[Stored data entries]
RESULT = {"status", "objective", "second", "design", "checks", "timing", "power", "assumed", "rejected", "proof"}
RESULT |= {"cautions"}
REVIEW = {"design", "checks", "timing", "power"}
FIELDS = {
    "objective": {"name", "value", "bound", "gap", "unit"},
    "design": {"coupler", "r_led", "r_load", "r_be", "r_shunt"},
    "timing": {"edge_on", "edge_off", "storage", "delay_on", "delay_off", "distortion"},
    "power": {"nominal", "worst"},
    "proof": {"combinations", "solves", "decided_by_ranges", "seconds", "solver"},
}
CHECK = {"name", "value", "limit", "sense", "margin", "unit", "corner", "passed"}
ASSUMED = {"part", "parameter", "value", "rule"}


@pytest.fixture(scope="module")
def picked() -> dict[str, object]:
    return json_of(run("pick", ROOT / "examples" / "shortlist.toml", "--json"))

### [Your goal]
Pull from the data each line where the string "timing" turns up.

### [Finished task]
RESULT = {"status", "objective", "second", "design", "checks", "timing", "power", "assumed", "rejected", "proof"}
REVIEW = {"design", "checks", "timing", "power"}
    "timing": {"edge_on", "edge_off", "storage", "delay_on", "delay_off", "distortion"},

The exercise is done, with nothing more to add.